Study on the Detection Method of Defrosting Start Time by Measuring Static Pressure Difference in Air Source Heat Pump System

Abstract

This study shows the feasibility and effectiveness of the detection method for determining the defrosting start time by measuring the air static pressure differences between the atmospheric pressure and the pressure measured before the outdoor unit fan in air source heat pump system (ASHP).

Generally, the frosting occurs under cold and humid environmental air condition, which means outdoor air temperature around the heat exchanger is lower than both dew point temperature of air and freezing temperature of water.

As the frost accumulation increases, the air pressure differences occur between the atmospheric pressure and the pressure measured inside the outdoor unit because of becoming narrow the area of airflows. It is possible to predict the frost accumulation of the heat pump evaporator indirectly measuring these changes of the pressure differences.

The pressure of the air is consist of the static pressure and dynamic pressure. The static pressure is used for obtaining the consistent and reliable data for the airflows. If the dynamic pressure is used, the experimental data will be influenced by the position of the differential pressure sensors and be possible of being blocked by the dust or moisture. On the contrary, if we use the static pressure, the negative pressure occurs at the position of measuring the pressure inside the outdoor unit. When the outdoor fan operates, the pressure inside the outdoor unit becomes lower than the external pressure and the negative pressure is generated. This shows that the possibility of going the dust or moisture inside sensors is minimized and the static pressure is less influenced by the change of the air velocity, unlike the dynamic pressure.

The pressure measurement position inside the outdoor unit is an important factor in this study. The heat exchanger is generally divided into three parts such as high, middle and low. As the pressure is measured at a position close to the fan, the value of the static pressure increases.
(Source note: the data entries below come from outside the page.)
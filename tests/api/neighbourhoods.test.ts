import request from 'supertest';
import { describe, expect, it } from 'vitest';
import { Neighbourhood } from '../../server/models';
import { buildUser, call, ids, SIGNED_OUT, signIn, useApi } from '../helpers/api';
import { buildNeighbourhood, buildNode, buildOperatorWithHood, buildSite } from '../helpers/factories';

describe('neighbourhoods API', () => {
  const ctx = useApi();
  const admin = async () => signIn(ctx, await buildUser({ role: 'admin' }));
  const operatorWithHood = () => buildOperatorWithHood(ctx);

  describe('signed out', () => {
    it.each([
      ['lists', 'get', '/api/v1/neighbourhoods'],
      ['reads', 'get', '/api/v1/neighbourhoods/1'],
      ['creates', 'post', '/api/v1/neighbourhoods'],
      ['updates', 'patch', '/api/v1/neighbourhoods/1'],
      ['deletes', 'delete', '/api/v1/neighbourhoods/1'],
      ['assigns operators to', 'put', '/api/v1/neighbourhoods/1/operators'],
    ] as const)('a signed-out caller who %s neighbourhoods gets 401', async (_what, method, url) => {
      const res = await call(request(ctx.app), method, url, method === 'get' || method === 'delete' ? undefined : { name: 'Quayside', userIds: [] });
      expect(res.status).toBe(401);
      expect(res.body).toEqual({ error: SIGNED_OUT });
    });
  });

  describe('invalid input', () => {
    it.each([
      [{ name: '' }, 'name', 'name must not be empty'],
      [{}, 'name', 'name is required'],
      [{ name: 'N'.repeat(121) }, 'name', 'name must be at most 120 characters'],
      [{ name: 'Quay\tside' }, 'name', 'name must not contain control characters or line breaks'],
      [{ name: 'Quayside', description: 'd'.repeat(2001) }, 'description', 'description must be at most 2000 characters'],
      [{ name: 42 }, 'name', 'name must be text'],
    ])('creating %j answers 400 at %s: "%s"', async (body, path, message) => {
      const res = await call(await admin(), 'post', '/api/v1/neighbourhoods', body);
      expect(res.status).toBe(400);
      expect(res.body.error).toEqual({ code: 'invalid_input', message: `The request body is invalid: ${message}.`, details: [{ path, message }] });
    });

    it('refuses an empty name on update too', async () => {
      const hood = await buildNeighbourhood({ name: 'Lantern Row' });
      const res = await call(await admin(), 'patch', `/api/v1/neighbourhoods/${hood.id}`, { name: ' ' });
      expect(res.status).toBe(400);
      expect(res.body.error.details).toEqual([{ path: 'name', message: 'name must not be empty' }]);
      expect((await Neighbourhood.findByPk(hood.id))!.name).toBe('Lantern Row');
    });

    it.each(['get', 'patch', 'delete'] as const)('answers 400 to %s with a non-numeric id in the path', async (method) => {
      const res = await call(await admin(), method, '/api/v1/neighbourhoods/north', method === 'patch' ? { name: 'X' } : undefined);
      expect(res.status).toBe(400);
      expect(res.body.error).toEqual({
        code: 'invalid_input',
        message: 'The address is invalid: id must be a number.',
        details: [{ path: 'id', message: 'id must be a number' }],
      });
    });

    it.each([
      [
        'sort=size',
        'Cannot sort by "size". Sort by one of: name, createdAt, id.',
        'sort',
        'sort must be one of name, createdAt, id (prefix with - for descending)',
      ],
      ['pageSize=501', 'The query is invalid: pageSize must be at most 500.', 'pageSize', 'pageSize must be at most 500'],
      [
        'sort=name;drop',
        'The query is invalid: sort must be a field name, optionally prefixed with -.',
        'sort',
        'sort must be a field name, optionally prefixed with -',
      ],
    ])('refuses the list query %s with 400', async (query, message, path, detail) => {
      const res = await (await admin()).get(`/api/v1/neighbourhoods?${query}`);
      expect(res.status).toBe(400);
      expect(res.body.error).toEqual({ code: 'invalid_input', message, details: [{ path, message: detail }] });
    });

    it('refuses to assign people who are not active operators, naming them', async () => {
      const hood = await buildNeighbourhood();
      const host = await buildUser({ role: 'host' });
      const operator = await buildUser({ role: 'operator' });
      const res = await call(await admin(), 'put', `/api/v1/neighbourhoods/${hood.id}/operators`, { userIds: [operator.id, host.id] });
      expect(res.status).toBe(400);
      expect(res.body.error).toEqual({
        code: 'invalid_input',
        message: `People ${host.id} are not active operators.`,
        details: [{ path: 'userIds', message: `userIds ${host.id} are not active operators` }],
      });
    });
  });

  describe('who may do what', () => {
    it('lets an operator read their neighbourhood but not create, change, remove or staff one (403)', async () => {
      const { hood, agent } = await operatorWithHood();
      expect((await agent.get(`/api/v1/neighbourhoods/${hood.id}`)).status).toBe(200);
      for (const [method, url, body, message] of [
        ['post', '/api/v1/neighbourhoods', { name: 'Upper Mill' }, 'Only admins create neighbourhoods.'],
        ['patch', `/api/v1/neighbourhoods/${hood.id}`, { name: 'Renamed' }, 'Only admins change neighbourhoods.'],
        ['delete', `/api/v1/neighbourhoods/${hood.id}`, undefined, 'Only admins remove neighbourhoods.'],
        ['put', `/api/v1/neighbourhoods/${hood.id}/operators`, { userIds: [] }, 'Only admins assign operators.'],
      ] as const) {
        const res = await call(agent, method, url, body);
        expect(res.status).toBe(403);
        expect(res.body.error).toEqual({ code: 'forbidden', message });
      }
      expect((await Neighbourhood.findByPk(hood.id))!.name).toBe(hood.name);
    });

    it('hides a neighbourhood from an operator of another one (404 to read, change or remove)', async () => {
      const { agent } = await operatorWithHood();
      const other = await buildNeighbourhood();
      for (const method of ['get', 'patch', 'delete'] as const) {
        const res = await call(agent, method, `/api/v1/neighbourhoods/${other.id}`, method === 'patch' ? { name: 'Mine' } : undefined);
        expect(res.status).toBe(404);
        expect(res.body.error).toEqual({ code: 'not_found', message: `Neighbourhood ${other.id} was not found.` });
      }
    });

    it('lets the host of a site read that site’s neighbourhood, and hides the rest', async () => {
      const host = await buildUser({ role: 'host' });
      const site = await buildSite({ hostUserId: host.id });
      const other = await buildNeighbourhood();
      const agent = await signIn(ctx, host);
      const read = await agent.get(`/api/v1/neighbourhoods/${site.neighbourhoodId}`);
      expect(read.status).toBe(200);
      expect(read.body.data.abilities).toEqual({ update: false, delete: false });
      expect((await agent.get(`/api/v1/neighbourhoods/${other.id}`)).status).toBe(404);
      const list = await agent.get('/api/v1/neighbourhoods');
      expect(ids(list.body)).toEqual([site.neighbourhoodId]);
      expect(list.body.abilities).toEqual({ create: false });
    });

    it('hides every neighbourhood from a host who hosts nothing', async () => {
      await buildNeighbourhood();
      const res = await (await signIn(ctx, await buildUser({ role: 'host' }))).get('/api/v1/neighbourhoods');
      expect(res.status).toBe(200);
      expect(res.body.data).toEqual([]);
      expect(res.body.pagination.total).toBe(0);
    });
  });

  describe('happy paths', () => {
    it('creates a neighbourhood: 201 with the whole record', async () => {
      const res = await call(await admin(), 'post', '/api/v1/neighbourhoods', { name: '  Quayside  ', description: 'Harbour flats' });
      expect(res.status).toBe(201);
      expect(res.body).toEqual({
        data: {
          id: expect.any(Number),
          name: 'Quayside',
          description: 'Harbour flats',
          operatorIds: [],
          siteCount: 0,
          nodeCount: 0,
          retiredAt: null,
          createdAt: expect.stringMatching(/Z$/),
          updatedAt: expect.stringMatching(/Z$/),
          abilities: { update: true, delete: true },
        },
      });
    });

    it('reads one with its operators and counts of sites and nodes', async () => {
      const operator = await buildUser({ role: 'operator' });
      const hood = await buildNeighbourhood({ operators: [operator] });
      const site = await buildSite({ neighbourhoodId: hood.id });
      await buildNode({ siteId: site.id });
      await buildNode({ siteId: site.id });
      const res = await (await admin()).get(`/api/v1/neighbourhoods/${hood.id}`);
      expect(res.status).toBe(200);
      expect(res.body.data).toMatchObject({ id: hood.id, operatorIds: [operator.id], siteCount: 1, nodeCount: 2 });
    });

    it('renames with 200 and keeps the description', async () => {
      const hood = await Neighbourhood.create({ name: 'Old Name', description: 'Keep me' });
      const res = await call(await admin(), 'patch', `/api/v1/neighbourhoods/${hood.id}`, { name: 'New Name' });
      expect(res.status).toBe(200);
      expect(res.body.data).toMatchObject({ name: 'New Name', description: 'Keep me' });
    });

    it('removes an empty neighbourhood with 204', async () => {
      const hood = await buildNeighbourhood();
      const agent = await admin();
      const res = await call(agent, 'delete', `/api/v1/neighbourhoods/${hood.id}`);
      expect(res.status).toBe(204);
      expect(res.text).toBe('');
      expect((await agent.get(`/api/v1/neighbourhoods/${hood.id}`)).status).toBe(404);
    });

    it('assigns operators, who can then see the neighbourhood', async () => {
      const hood = await buildNeighbourhood();
      const operator = await buildUser({ role: 'operator' });
      const opAgent = await signIn(ctx, operator);
      expect((await opAgent.get(`/api/v1/neighbourhoods/${hood.id}`)).status).toBe(404);
      const res = await call(await admin(), 'put', `/api/v1/neighbourhoods/${hood.id}/operators`, { userIds: [operator.id, operator.id] });
      expect(res.status).toBe(200);
      expect(res.body.data.operatorIds).toEqual([operator.id]);
      // Scopes are loaded per request, so the same session sees the change at once.
      expect((await opAgent.get(`/api/v1/neighbourhoods/${hood.id}`)).status).toBe(200);
    });

    it('lists with {data, pagination, abilities}; admins may create, operators may not', async () => {
      const { hood, agent } = await operatorWithHood();
      const mine = await agent.get('/api/v1/neighbourhoods');
      expect(mine.status).toBe(200);
      expect(mine.body).toEqual({
        data: [expect.objectContaining({ id: hood.id, name: hood.name, abilities: { update: false, delete: false } })],
        pagination: { page: 1, pageSize: 50, total: 1 },
        abilities: { create: false },
      });
      expect((await (await admin()).get('/api/v1/neighbourhoods')).body.abilities).toEqual({ create: true });
    });
  });

  describe('duplicates and records in use', () => {
    it('refuses the same name twice, whatever the case (409)', async () => {
      const agent = await admin();
      expect((await call(agent, 'post', '/api/v1/neighbourhoods', { name: 'Tannery Lane' })).status).toBe(201);
      const res = await call(agent, 'post', '/api/v1/neighbourhoods', { name: 'TANNERY lane' });
      expect(res.status).toBe(409);
      expect(res.body.error).toEqual({ code: 'duplicate', message: 'A neighbourhood named "TANNERY lane" already exists. Choose another name.' });
    });

    it('refuses renaming onto another neighbourhood’s name (409)', async () => {
      await buildNeighbourhood({ name: 'Bell Yard' });
      const hood = await buildNeighbourhood();
      const res = await call(await admin(), 'patch', `/api/v1/neighbourhoods/${hood.id}`, { name: 'bell yard' });
      expect(res.status).toBe(409);
      expect(res.body.error.code).toBe('duplicate');
    });

    it('will not remove a neighbourhood that still has sites and nodes (409, says what to do)', async () => {
      const node = await buildNode();
      const res = await call(await admin(), 'delete', `/api/v1/neighbourhoods/${node.neighbourhoodId}`);
      expect(res.status).toBe(409);
      expect(res.body.error).toEqual({ code: 'in_use', message: 'This neighbourhood still has 1 site and 1 node. Move or remove them first.' });
      expect(await Neighbourhood.findByPk(node.neighbourhoodId)).not.toBeNull();
    });
  });

  describe('pagination, sorting and search on the server', () => {
    it('pageSize=2&sort=-name gives the right two and the total; q narrows by name', async () => {
      const tag = `t${Date.now()}`;
      const [a, b, c] = [
        await buildNeighbourhood({ name: `${tag} Ashgrove` }),
        await buildNeighbourhood({ name: `${tag} Brookside` }),
        await buildNeighbourhood({ name: `${tag} Copperfield` }),
      ];
      const agent = await admin();
      const page1 = await agent.get(`/api/v1/neighbourhoods?q=${tag}&pageSize=2&sort=-name`);
      expect(ids(page1.body)).toEqual([c.id, b.id]);
      expect(page1.body.pagination).toEqual({ page: 1, pageSize: 2, total: 3 });
      const page2 = await agent.get(`/api/v1/neighbourhoods?q=${tag}&pageSize=2&page=2&sort=-name`);
      expect(ids(page2.body)).toEqual([a.id]);
      const search = await agent.get(`/api/v1/neighbourhoods?q=${tag.toUpperCase()}%20brook`);
      expect(ids(search.body)).toEqual([b.id]);
    });
  });
});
On the contrary, it gets the lower static pressure value being farther away from the fan.

As the frost accumulation increases, the air pressure differences between the atmospheric pressure and the pressure inside the outdoor unit also increases.

It shows that the position of measuring the pressure is getting lower, the pressure differences become bigger.

Measuring the pressure at the same height, the distance between the measuring point and the heat exchanger is an important factor to consider.

The pressure is measured at five locations: center, front, rear, right, and left to find the optimal position at the same height. The distance between each sensor is 8 cm and the right position is about 3 cm away from the outdoor heat exchanger.

The differential pressure value increases as the pressure measurement position is closer to the heat exchanger due to the influence of the airflows.

The performance of various operating conditions such as pressure measurement position, outdoor air temperature, relative humidity and compressor speed is tested to identify the relation of pressure drop with the heating capacity of the system. The pressure difference control method is suggested by providing an appropriate threshold value and comparing with the result with other estimation methods.

As a result, the suggested method is more reliable than conventional time control method for deciding the defrosting start time.

Conclusively, the defrosting start time can be controlled by measuring the air static pressure difference between the atmospheric pressure and the pressure measured before the outdoor unit fan in the air source heat pump system.